Identifying the Effects of Vegetation on Urban Surface Temperatures Based on Urban–Rural Local Climate Zones in a Subtropical Metropolis

Abstract

Many studies have observed the crucial role of vegetated local climate zone (LCZ) types in mitigating the surface urban heat island (SUHI) effect. However, research analyzing the spatial variations in land surface temperature (LST) in a metropolis based on an urban–rural LCZ scheme and exploring the cooling effects of different vegetation types is still lacking. Here, our study focuses on the Guangzhou–Foshan metropolis and aims to elucidate the spatial variations in LST in subtropical cities and the regulating effect of vegetation on LST changes. We used a normalized difference vegetation index (NDVI) and LST data from space-borne MODIS products for the years 2000, 2009, and 2019, as well as LCZ maps, urban–rural gradient data, and land use and land cover (LULC) maps. Urban–rural, seasonal, daytime, nighttime, and diurnal comparative analyses were conducted using logarithmic regression, Pearson partial correlation, and comparison analysis. The results showed that LST values for built LCZ types were generally higher than those of land cover LCZ types, showing a positive correlation with building density and height. The LST decreased logarithmically across the urban–rural gradients, with a rapid decrease initially in the near-gradient urban area, followed by a flattening trend in farther-gradient suburban and rural areas.

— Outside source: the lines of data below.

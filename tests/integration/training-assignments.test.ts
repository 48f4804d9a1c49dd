import { afterAll, describe, expect, inject, test } from "vitest";
import { AuditEvent, TrainingAssignment, TrainingAttempt, TrainingDrill, TrainingLesson } from "#models/index";
import { getDatabase } from "#server/db/database.server";
import type { Script } from "#server/training/lessons";
import type { FetchResult, TestClient } from "../support/client";
import { wordsOf } from "../support/html";
import { waitForMail } from "../support/outbox";
import { createdId, makeTrainingTeam, type TrainingTeam } from "../support/training-team";

// Assignments and progress (issue 12 point 5, docs/decisions/016 "Assignments and progress"):
// a trainer assigns a lesson with a due date, the assignee is e-mailed a link from APP_ORIGIN,
// answers after the due date are accepted and marked late, other members' assignments and
// results stay unseen, and the trainer reads each trainee's progress.

const sequelize = getDatabase();
afterAll(() => sequelize.close());

const outboxDir = inject("outboxDir");
const baseUrl = inject("baseUrl");
const words = wordsOf;
const DAY = 86_400_000;
/** A datetime-local value (read as UTC) `days` from now. */
const dueIn = (days: number) => new Date(Date.now() + days * DAY).toISOString().slice(0, 16);

/** A scenario from the login-sources example and a lesson on it (2 probes, 13 points); returns the lesson id. */
async function lesson(team: TrainingTeam, title = "Who may log in"): Promise<string> {
  const trainer = await team.members.reviewer.client();
  const scenarioId = createdId(await trainer.post(`${team.training}/scenarios/new`, { intent: "create", title: `Scenario for ${title}`, summary: "", source: "example", example: "login-sources" }), "scenarios");
  return createdId(await trainer.post(`${team.training}/lessons/new`, { title, introduction: "", scenarioId, withExampleProbes: "on" }), "lessons");
}

/** Posts a form whose fields may repeat (one `assignees` per member chosen). */
function postFields(client: TestClient, path: string, fields: Array<[string, string]>, headers: Record<string, string> = {}): Promise<FetchResult> {
  return client.request(path, { method: "POST", body: new URLSearchParams(fields), headers });
}

function assign(client: TestClient, team: TrainingTeam, target: string, assignees: string[], dueAt = dueIn(7), note = "", headers: Record<string, string> = {}): Promise<FetchResult> {
  return postFields(client, `${team.training}/assignments/new`, [["target", target], ...assignees.map((id): [string, string] => ["assignees", id]), ["dueAt", dueAt], ["note", note]], headers);
}

async function assignmentOf(team: TrainingTeam, userId: string): Promise<TrainingAssignment> {
  return TrainingAssignment.findOne({ where: { organisationId: team.organisationId, assigneeUserId: userId }, order: [["createdAt", "DESC"]], rejectOnEmpty: true });
}

/** Answers every question of the attempt from its script, wrong once at the given question (0-based). */
async function answerAll(client: TestClient, team: TrainingTeam, attemptId: string, wrongAt: number | null): Promise<void> {
  const script = (await TrainingAttempt.findByPk(attemptId, { rejectOnEmpty: true })).script as Script;
  let position = 0;
  for (const [step, entry] of script.steps.entries()) {
    for (const [layerIndex, layer] of entry.layers.entries()) {
      const wrong = position === wrongAt;
      const verdict = wrong ? (layer.result === "pass" ? "stop" : "pass") : layer.result;
      const outcome = verdict === "stop" ? (wrong ? "silent" : entry.outcome) : "";
      const answered = await client.post(`${team.training}/attempts/${attemptId}`, { intent: "predict", step: String(step), layerIndex: String(layerIndex), verdict, outcome });
      expect(answered.status, words(answered.text).slice(0, 200)).toBe(302);
      position += 1;
    }
  }
}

Regarding vegetated LCZ types, the NDVI metrics showed a significant negative correlation with the LST during the daytime but a positive correlation during the nighttime. The cooling effect of vegetated LCZ types was evident, with an average cooling amplitude of 1.92 °C over the three investigated years. In conclusion, urban LST changes are closely associated with LCZ types, urban–rural gradients, NDVI values, and vegetation types. The cooling ability of vegetation exhibited seasonal and diurnal variations, with a special emphasis on the cooling effect of dense evergreen broadleaf forests. Our findings offer valuable insights and can guide urban ecological construction and management by comprehensively assessing the impact of vegetation on urban surface temperatures.